Memory-safe languages and security by design: Key insights, lessons learned

MalBot · March 21, 2024, 12:05pm

memory-safe-launguages-secure-by-design For more than 50 years, software engineers have struggled with memory vulnerabilities, but it has only been in recent times that serious efforts have been undertaken to get a handle on the problem. One of the leaders in memory safety, Google, has released a new technical report containing some valuable lessons distilled from its experience tackling the problem.

Google engineers Alex Rebert and Christoph Kern wrote in the report:

"Like others’, Google’s internal vulnerability data and research show that memory safety bugs are widespread and one of the leading causes of vulnerabilities in memory-unsafe codebases. Those vulnerabilities endanger end users, our industry, and the broader society."

The researchers wrote that with the prevalence of memory safety issues, they expect a high assurance that memory safety can only be achieved via a, security by design centered on "comprehensive adoption of languages with rigorous memory safety guarantees."

Here's a deeper look at the issue of memory-safe languages, and what they mean for attaining security by design goals for software — plus the key lessons learned from Google's researchers.

[ See related: How legacy AppSec is holding back Secure by Design | Webinar: Secure by Design: Why Trust Matters for Software Risk Management ]

The memory-safety problem turns 50

Michael J. Mehlberg, CEO of Dark Sky Technology, said memory-safety issues in software have persisted for more than 50 years, primarily due to the widespread use of languages such as C and C++, which do not enforce memory safety.

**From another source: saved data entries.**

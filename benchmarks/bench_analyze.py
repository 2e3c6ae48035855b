"""Benchmark of the whole ``coastmon analyze`` against a plain read of the same files.

Not part of the test suite. Uses the records of ``bench_stream.py`` (built there if
missing) and, with ``--repeat N``, a record N times as long made of N copies of the file
with shifted time axes (multi-file input, as decades of model output usually come). For
each input it times, each in its own subprocess:

* ``read``    — a plain read of u and v with netCDF4, file after file (as in
  ``bench_stream.py``);
* ``analyze`` — ``coastmon analyze FILES --out DIR --u-var u --v-var v --mask-var mask``,
  with the stage timings from the run's ``run.json`` and the peak memory of the process.

Usage::

    python benchmarks/bench_analyze.py --dir /tmp/coastmon-bench --variants zlib plain --cold
    python benchmarks/bench_analyze.py --dir /tmp/coastmon-bench --variants zlib --repeat 4 --cold

Prints one JSON line per measurement and a summary table with analyze ÷ read.
"""

from __future__ import annotations

import argparse
import json
import resource
import shutil
import subprocess
import sys
import time
from pathlib import Path

import numpy as np

sys.path.insert(0, str(Path(__file__).resolve().parent))
import bench_stream  # noqa: E402  (the records and the plain read are shared)


def repeated_record(path: Path, n: int) -> list[Path]:
    """``n`` copies of ``path`` whose time axes follow one another (made once)."""
    import netCDF4

    if n == 1:
        return [path]
    folder = path.parent / f"{path.stem}_x{n}"
    folder.mkdir(exist_ok=True)
    parts = []
    with netCDF4.Dataset(path) as nc:
        nt = nc.dimensions["time"].size
        times = np.asarray(nc["time"][:], dtype=float)
        step = float(np.median(np.diff(times))) if nt > 1 else 1.0
    for k in range(n):
        part = folder / f"part{k}.nc"
        if not part.exists():
            tmp = part.with_name(part.name + ".part")
            shutil.copyfile(path, tmp)
            with netCDF4.Dataset(tmp, "a") as nc:
                nc["time"][:] = nc["time"][:] + k * nt * step
            tmp.replace(part)
        parts.append(part)
    return parts


def _read(files: list[Path]) -> dict:
    work = sum(bench_stream.measure_read(f)["work_s"] for f in files)
    return {"work_s": work}


def _analyze(files: list[Path], out: Path, read_processes: int | None) -> dict:
    shutil.rmtree(out, ignore_errors=True)
    extra = []
    if read_processes is not None:
        settings = out.with_name("bench-settings.toml")
        settings.write_text(f"[stream]\nread_processes = {read_processes}\n")
        extra = ["--settings", str(settings)]
    start = time.perf_counter()
    proc = subprocess.Popen(
        [sys.executable, "-m", "coastmon", "analyze", *map(str, files), "--out", str(out),
         "--u-var", "u", "--v-var", "v", "--mask-var", "mask", "--no-progress", *extra],
        stdout=subprocess.PIPE, stderr=subprocess.PIPE, text=True,
    )
    with bench_stream.PeakMemory(proc.pid) as memory:
        stdout, stderr = proc.communicate()
    wall = time.perf_counter() - start
    if proc.returncode:
        raise SystemExit(f"analyze failed: {stderr[-2000:]}")
    peak = resource.getrusage(resource.RUSAGE_CHILDREN).ru_maxrss * 1024
    run = json.loads((out / "run.json").read_text())
    return {"work_s": wall, "stages_s": run["timings_s"], "peak_rss_gb": peak / 1e9,
            "peak_tree_gb": memory.peak / 1e9}


def main(argv: list[str] | None = None) -> None:
    parser = argparse.ArgumentParser(description=__doc__.splitlines()[0])
    bench_stream.record_arguments(parser, ["zlib"])
    parser.add_argument("--repeat", type=int, default=1, help="copies of the record in time")
    parser.add_argument("--read-processes", type=int, default=None,
                        help="stream.read_processes for analyze (default: automatic)")
    parser.add_argument("--child", nargs="+", help=argparse.SUPPRESS)
    args = parser.parse_args(argv)
    if args.child:
        kind, files = args.child[0], [Path(f) for f in args.child[1:]]
        out = args.dir / "analyze-out"
        result = _read(files) if kind == "read" else _analyze(files, out, args.read_processes)
        print(json.dumps({"kind": kind, **result}))
        return
    args.dir.mkdir(parents=True, exist_ok=True)
    rows = []
    for variant in args.variants:
        files = repeated_record(bench_stream.ensure_record(args, variant), args.repeat)
        size = sum(f.stat().st_size for f in files) / 1e9
        for kind in ("read", "analyze"):
            options = () if args.read_processes is None else (
                "--read-processes", str(args.read_processes))
            record = bench_stream.run_child(__file__, args.dir, [kind, *map(str, files)],
                                            args.cold, options)
            record.update(variant=variant, repeat=args.repeat, size_gb=size,
                          n_time=args.nt * args.repeat)
            rows.append(record)
            print(json.dumps(record), flush=True)
    print(f"\n{'variant':8} {'steps':>6} {'GB':>5} {'read s':>7} {'analyze s':>10} "
          f"{'ratio':>6} {'peak GB':>8} {'tree GB':>8}  "
          "stages (prepare / pass / analyses / outputs)")
    for read, an in zip(rows[::2], rows[1::2], strict=True):
        st = an["stages_s"]
        stages = " / ".join(f"{st.get(k, float('nan')):.1f}" for k in
                            ("prepare_s", "stream_pass_s", "analyses_s", "outputs_s"))
        print(f"{an['variant']:8} {an['n_time']:6d} {an['size_gb']:5.2f} {read['work_s']:7.1f} "
              f"{an['work_s']:10.1f} {an['work_s'] / read['work_s']:6.2f} "
              f"{an['peak_rss_gb']:8.2f} {an['peak_tree_gb']:8.2f}  {stages}")


if __name__ == "__main__":
    main()
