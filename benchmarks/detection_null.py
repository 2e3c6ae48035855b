"""False alarms of source detection on random homogeneous red-noise coasts.

Not part of the test suite. Builds coasts of 300 stations 10 km apart whose near-shore
vorticity is red noise (lag-1 autoregressive in time, e-folding 10 days, and along the
coast, e-folding 30 km), optionally with a stretch (stations 120-179, 600 km) whose
variance is multiplied by a factor — stationary extra noise with no events. Runs the
detection (alongshore_profiles, find_sources) on each and prints the share of stations
flagged localized, the share of coasts with any localized station, the share with any
source, and sources per 1000 km of coast.

Works with the current code and, to compare, with an older checkout on PYTHONPATH (where
a station counts as localized when its ``localization`` exceeds 1, the old meaning).

Usage::

    python benchmarks/detection_null.py --days 730 --coasts 20 [--stretch 3]
"""

from __future__ import annotations

import argparse

import numpy as np
import pandas as pd
import xarray as xr
from scipy.signal import lfilter

from coastmon.config import Settings
from coastmon.sources.detect import alongshore_profiles, find_sources

N_STATION, DX_KM, LD_KM = 300, 10.0, 30.0


def red_noise(rng, n_time, n_station, tau_days=10.0, ell_km=30.0, burn=200):
    """Unit-variance red noise (time, station), AR(1) in time and along the coast."""
    rho_t, rho_s = np.exp(-1.0 / tau_days), np.exp(-DX_KM / ell_km)
    e = rng.standard_normal((n_time + burn, n_station + burn))
    e = lfilter([np.sqrt(1 - rho_s**2)], [1, -rho_s], e, axis=1)
    e = lfilter([np.sqrt(1 - rho_t**2)], [1, -rho_t], e, axis=0)
    return e[burn:, burn:]


class Frame:
    """The attributes of geometry.frame.Frame that detection reads."""

    def __init__(self):
        s = np.arange(N_STATION) * DX_KM
        self.stations = pd.DataFrame({"segment_id": np.zeros(N_STATION, int),
                                      "alongshore_km": s, "lon": np.full(N_STATION, -10.0),
                                      "lat": 30.0 + s / 111.2})


def main() -> None:
    ap = argparse.ArgumentParser(description=__doc__.splitlines()[0])
    ap.add_argument("--days", type=int, default=1460)
    ap.add_argument("--coasts", type=int, default=20)
    ap.add_argument("--stretch", type=float, default=1.0)
    ap.add_argument("--seed", type=int, default=123)
    args = ap.parse_args()
    settings, frame = Settings(), Frame()
    no_capes = pd.DataFrame({"cape_id": [], "segment_id": [], "alongshore_km": []})
    rng = np.random.default_rng(args.seed)
    flagged = assessed = any_loc = any_src = n_src = 0
    for _ in range(args.coasts):
        zeta = red_noise(rng, args.days, N_STATION) * 1e-5
        zeta[:, 120:180] *= np.sqrt(args.stretch)
        vel = red_noise(rng, args.days, N_STATION) * 0.05
        dims = ("time", "station", "offset")
        series = xr.Dataset(
            {"section_zeta": (dims, zeta[:, :, None]), "section_u": (dims, vel[:, :, None]),
             "section_v": (dims, vel[:, :, None])},
            coords={"offset_km": ("offset", [0.0]),
                    "time_days": ("time", np.arange(args.days, dtype=float))})
        prof = alongshore_profiles(series, frame, settings, LD_KM)
        ok = np.isfinite(prof["localization"].values)
        loc = (prof["localized"].values > 0) if "localized" in prof else \
            (prof["localization"].values > 1)
        flagged += int((loc & ok).sum())
        assessed += int(ok.sum())
        any_loc += int((loc & ok).any())
        try:
            found = find_sources(prof, frame, no_capes, settings, LD_KM, series=series)
        except TypeError:  # an older checkout without the series argument
            found = find_sources(prof, frame, no_capes, settings, LD_KM)
        any_src += int(len(found) > 0)
        n_src += len(found)
    km = args.coasts * N_STATION * DX_KM / 1000.0
    print(f"days {args.days}, {args.coasts} coasts, stretch x{args.stretch:g}: "
          f"stations localized {flagged / assessed:.3f}; coasts with a localized station "
          f"{any_loc / args.coasts:.2f}; coasts with a source {any_src / args.coasts:.2f}; "
          f"sources per 1000 km {n_src / km:.2f}")


if __name__ == "__main__":
    main()
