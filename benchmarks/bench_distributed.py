"""The streaming pass on a local dask.distributed cluster against local threads.

Not part of the test suite. On the record of ``bench_stream.py`` named by the options
(built if missing), times :func:`coastmon.stream.run_pass` with local threads and then
with ``stream.scheduler`` set to a local cluster of ``--workers`` worker processes (one
thread each), checks that the statistics and the sampled series are identical, and
prints the two times and their ratio.

Usage::

    python benchmarks/bench_distributed.py --dir /tmp/coastmon-bench --ny 121 --nx 131 --nt 5840
"""

from __future__ import annotations

import argparse
import json
import os
import shutil
import sys
import time
from pathlib import Path

import numpy as np

sys.path.insert(0, str(Path(__file__).resolve().parent))
import bench_stream  # noqa: E402  (the records are shared)


def _pass(path: Path, work: Path, scheduler: str | None):
    from coastmon.config import Settings
    from coastmon.pipeline import prepare
    from coastmon.stream import run_pass

    settings = Settings().replace("stream", progress=False, scheduler=scheduler)
    settings = settings.replace("ingest", u_var="u", v_var="v", mask_var="mask")
    prep = prepare([path], settings)
    shutil.rmtree(work, ignore_errors=True)
    work.mkdir(parents=True)
    start = time.perf_counter()
    result = run_pass(prep.ds, prep.metrics, prep.frame, settings.stream, work)
    return time.perf_counter() - start, result


def main(argv: list[str] | None = None) -> None:
    parser = argparse.ArgumentParser(description=__doc__.splitlines()[0])
    bench_stream.record_arguments(parser, ["plain"])
    parser.add_argument("--workers", type=int, default=2)
    args = parser.parse_args(argv)
    from distributed import LocalCluster

    path = bench_stream.ensure_record(args, args.variants[0])
    local_s, local = _pass(path, args.dir / "work-local", None)
    with LocalCluster(n_workers=args.workers, threads_per_worker=1, processes=True,
                      dashboard_address=None) as cluster:
        cluster_s, remote = _pass(path, args.dir / "work-cluster", cluster.scheduler_address)
    same_stats = all(np.array_equal(local.stats[k].values, remote.stats[k].values,
                                    equal_nan=True) for k in local.stats.data_vars)
    same_series = all(np.array_equal(local.series[k].values, remote.series[k].values,
                                     equal_nan=True) for k in local.series.data_vars)
    print(json.dumps({"file": path.name, "threads_s": local_s, "cluster_s": cluster_s,
                      "ratio": cluster_s / local_s, "workers": args.workers,
                      "identical_stats": same_stats, "identical_series": same_series,
                      "load": os.getloadavg()[0]}))


if __name__ == "__main__":
    main()
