def gate_set(series: xr.Dataset, frame, settings: Settings, dt_days: float,
             precise: set[int] | None = None) -> GateSet:
    """Measure the gate quantities on every ray that reaches ``gate_offset_km``.

    The offshore propagation speed is the Radon-transform estimate
    (:func:`coastmon.signals.propagation_speed`) on the rays of ``precise`` stations (the
    source gates) and the cheaper spectral-centroid estimate elsewhere (used only for the
    coast-wide background).
    """
    src = settings.sources
    ray_km = np.asarray(series["ray_km"].values, dtype=float)
    if ray_km.size < 4:
        return _empty_gates(series)
    dd_km = float(np.median(np.diff(ray_km)))
    gate_i = int(np.argmin(np.abs(ray_km - src.gate_offset_km)))
    half = max(src.gate_offset_km * 0.5, 4 * dd_km)
    win = _window(ray_km, ray_km[gate_i], half)
    ru = series["ray_u"].values
    rv = series["ray_v"].values
    rz = series["ray_zeta"].values
    has_ssh = "ray_ssh" in series
    rh = series["ray_ssh"].values if has_ssh else None
    ray_lon, ray_lat = frame.ray_lon, frame.ray_lat
    direction = frame.stations["ray_dir"].values

    def one_gate(s: int):
        """The gate quantities of station ``s``, or None where its ray has no gate."""
        if direction[s] == 0 or not np.isfinite(ray_lon[s, win]).all():
            return None
        u = np.asarray(ru[:, s, win], dtype=np.float64)
        v = np.asarray(rv[:, s, win], dtype=np.float64)
        z = np.asarray(rz[:, s, win], dtype=np.float64)
        if not (np.isfinite(u).mean() > 0.9 and np.isfinite(v).mean() > 0.9):
            return None
        u = u - np.nanmean(u, axis=0)
        v = v - np.nanmean(v, axis=0)
        z = z - np.nanmean(z, axis=0)
        u, v, z = (np.nan_to_num(a) for a in (u, v, z))
        spec_u = wavenumber_frequency(u, dt_days, dd_km)
        spec_v = wavenumber_frequency(v, dt_days, dd_km)
        total = spec_u.positive_energy + spec_u.negative_energy
        total += spec_v.positive_energy + spec_v.negative_energy
        off = spec_u.positive_energy + spec_v.positive_energy
        fraction = float(off / total) if total > 0 else 0.0
        km_per_day = 1000.0 / 86400.0
        if precise is None or s in precise:
            est = propagation_speed(z, dt_days, dd_km, direction="positive")
            speed = float(est.speed) * km_per_day
            sd = float(abs(est.speed_hi - est.speed_lo)) / (2 * 1.96) * km_per_day
        else:
            speed = float(centroid_speed(spec_v, +1)) * km_per_day
            sd = 0.0
        pw = np.nan
        if has_ssh:
            h = np.asarray(rh[:, s, gate_i], dtype=np.float64)
            un = np.asarray(ru[:, s, gate_i], dtype=np.float64) * direction[s]
            ok = np.isfinite(h) & np.isfinite(un)
            if ok.sum() > 2:
                p = settings.sources.rho0 * G * (h[ok] - h[ok].mean())
                pw = float(np.mean((un[ok] - un[ok].mean()) * p))
        if not abs(speed) <= settings.sources.max_speed_cm_s / 100.0:
            # No coherent propagation on this ray (the Radon scan ran to near-vertical
            # lines): the speed is not measurable here.
            speed, sd = np.nan, np.nan
        sd = sd if np.isfinite(sd) or not np.isfinite(speed) else 0.0
        return (s, fraction, speed, sd, 0.5 * np.mean(u**2 + v**2, axis=1), pw,
                ray_lon[s, gate_i], ray_lat[s, gate_i])

    # Stations on all cores (the FFTs and the compiled Radon scan release the GIL), in
    # blocks whose series pages are released after each, so they do not pile up in memory.
    rows = []
    workers = max(1, min(os.cpu_count() or 1, GATE_THREADS))
    block = 8 * workers
    with ThreadPoolExecutor(max_workers=workers) as pool:
        for b0 in range(0, ru.shape[1], block):
            rows += [r for r in pool.map(one_gate, range(b0, min(ru.shape[1], b0 + block)))
                     if r is not None]
            release(ru, rv, rz, rh)
    stations, fractions, speeds, sds, eke_ts, pws, glon, glat = (
        [r[k] for r in rows] for k in range(8))
    if not stations:
        return _empty_gates(series)
    return GateSet(
        station=np.asarray(stations),
        gate_index=np.full(len(stations), gate_i),
        window=np.tile(win, (len(stations), 1)),
        eke_series=np.stack(eke_ts, axis=1),
        offshore_fraction=np.asarray(fractions),
        speed=np.asarray(speeds),
        speed_sd=np.asarray(sds),
        pressure_work=np.asarray(pws),
        lon=np.asarray(glon),
        lat=np.asarray(glat),
    )


def _empty_gates(series: xr.Dataset) -> GateSet:
    n_t = series.sizes["time"]
    e = np.zeros(0)
    return GateSet(np.zeros(0, int), np.zeros(0, int), np.zeros((0, 0), int),
                   np.zeros((n_t, 0)), e, e, e, e, e, e)


def decorrelation_steps(x: np.ndarray) -> float:
    """e-folding lag (in samples) of the mean autocorrelation of the columns of ``x``.

    Used for the bootstrap block length; common practice (e.g. Bretherton et al. 1999 for
    effective sample size).
    """
    x = np.asarray(x, dtype=float)
    x = x - x.mean(axis=0)
    n = x.shape[0]
    var = (x**2).sum(axis=0)
    ok = var > 0
    if not ok.any():
        return 1.0
    x = x[:, ok] / np.sqrt(var[ok])
    spec = np.fft.rfft(x, n=2 * n, axis=0)
    acf = np.fft.irfft(np.abs(spec) ** 2, axis=0)[:n].mean(axis=1)
    below = np.flatnonzero(acf < np.exp(-1))
    return float(below[0]) if below.size else float(n)


def _gate_lengths_m(lon: np.ndarray, lat: np.ndarray) -> np.ndarray:
    """Length of gate represented by each point: half the distance to each neighbour."""
    if lon.size == 1:
        return np.array([np.nan])
    d = haversine_m(lon[:-1], lat[:-1], lon[1:], lat[1:])
    out = np.zeros(lon.size)
    out[:-1] += 0.5 * d
    out[1:] += 0.5 * d
    out[0] += 0.5 * d[0]
    out[-1] += 0.5 * d[-1]
    return out


@dataclass
class FeedResult:
    table: pd.DataFrame            # one row per source: feed, interval, speed, gate info
    gates: list[dict]              # gate geometry per source (lon, lat arrays)
    bootstrap_feeds: np.ndarray    # (n_boot, n_sources) for rank stability
    background_w_per_m2: float     # B * rho0 (W m-2 per m depth... per m of gate)
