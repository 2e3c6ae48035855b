"""Benchmark: a 2000 x 2000 land/sea mask -> coastline and capes (target < 10 s on 2 cores).

Run: ``python benchmarks/bench_geometry.py``. The mask is an invented coast: a meandering
eastern-boundary shore with headlands and bays at several scales, plus offshore islands,
on a regular 0.005 degree grid (about 0.5 km).
"""

from __future__ import annotations

import time

import numpy as np

from coastmon.config import CoastSettings
from coastmon.geometry import build_frame, extract_coastline, find_capes


def invented_mask(n: int = 2000, seed: int = 3) -> tuple[np.ndarray, np.ndarray, np.ndarray]:
    """Regular lon/lat grid and a mask with a wiggly coast and a few islands."""
    rng = np.random.default_rng(seed)
    lon1 = -30.0 + 0.005 * np.arange(n)
    lat1 = 20.0 + 0.005 * np.arange(n)
    lon, lat = np.meshgrid(lon1, lat1)
    shore = -25.0
    for wavelength, amplitude in [(4.0, 0.6), (1.5, 0.25), (0.6, 0.1), (0.25, 0.04)]:
        phase = rng.uniform(0, 2 * np.pi)
        shore = shore + amplitude * np.sin(2 * np.pi * lat / wavelength + phase)
    mask = (lon < shore).astype(np.int8)
    for _ in range(12):
        clon = rng.uniform(-29.5, -26.5)
        clat = rng.uniform(20.5, 29.5)
        radius = rng.uniform(0.05, 0.25)
        mask[np.hypot((lon - clon) * 0.9, lat - clat) < radius] = 0
    return lon, lat, mask


def main() -> None:
    lon, lat, mask = invented_mask()
    settings = CoastSettings()
    t0 = time.perf_counter()
    coast = extract_coastline(lon, lat, mask, settings)
    t1 = time.perf_counter()
    capes = find_capes(coast, settings)
    t2 = time.perf_counter()
    frame = build_frame(coast, lon, lat, mask, settings)
    t3 = time.perf_counter()
    length = sum(seg.length_km for seg in coast.segments)
    print(f"grid {mask.shape}, {len(coast.segments)} segments, {length:.0f} km of coast, "
          f"{len(capes)} capes, {frame.n_stations} stations, {frame.n_points} points")
    print(f"coastline {t1 - t0:.2f} s, capes {t2 - t1:.2f} s, "
          f"coast + capes {t2 - t0:.2f} s, frame {t3 - t2:.2f} s")


if __name__ == "__main__":
    main()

He said that while more secure programming languages have been available for decades, less-safe languages have been popular with development teams because of their performance, applicability, and extensibility.

"[C and C++] give programmers low-level control, which is great for performance and flexibility but can lead to errors such as buffer overflows and use-after-free vulnerabilities."
—Michael J. Mehlberg

Dave (Jing) Tian, an assistant professor in the computer science department at Purdue University, explained that the problem is a legacy issue from a different era in computing.

"Most existing system infrastructure software is written in C/C++ because they were probably the best choice in the old days in terms of development efficiency and low-performance overhead."
—Dave (Jing) Tian

Joel Marcey, director of technology at the Rust Foundation, which stewards the memory-safe language Rust, said legacy languages prioritized performance and maximum flexibility, including the ability to control how memory is allocated directly.

"There is a staggering amount of code written in languages that don’t provide memory safety guarantees in use today."
—Joel Marcey

When performance trumped security

Over the years, the focus in developing new languages has been on abstractions for improved functionality or performance, not safety, explained Mark Sherman, director for cybersecurity foundations in the CERT Division at Carnegie Mellon University's Software Engineering Institute.

"Particularly with performance, the overheads for many technical approaches were considered unacceptable decades ago when CPU and memory resources were more expensive than today. Similarly, the educational focus has been on how to introduce and maintain functionality or performance, and not on safety."
—Mark Sherman

However, as advantageous as memory-safe languages can be, they may not be appropriate in all situations. And they may not always be possible to use, said Antonio Bianchi, an assistant professor in the computer science department at Purdue University.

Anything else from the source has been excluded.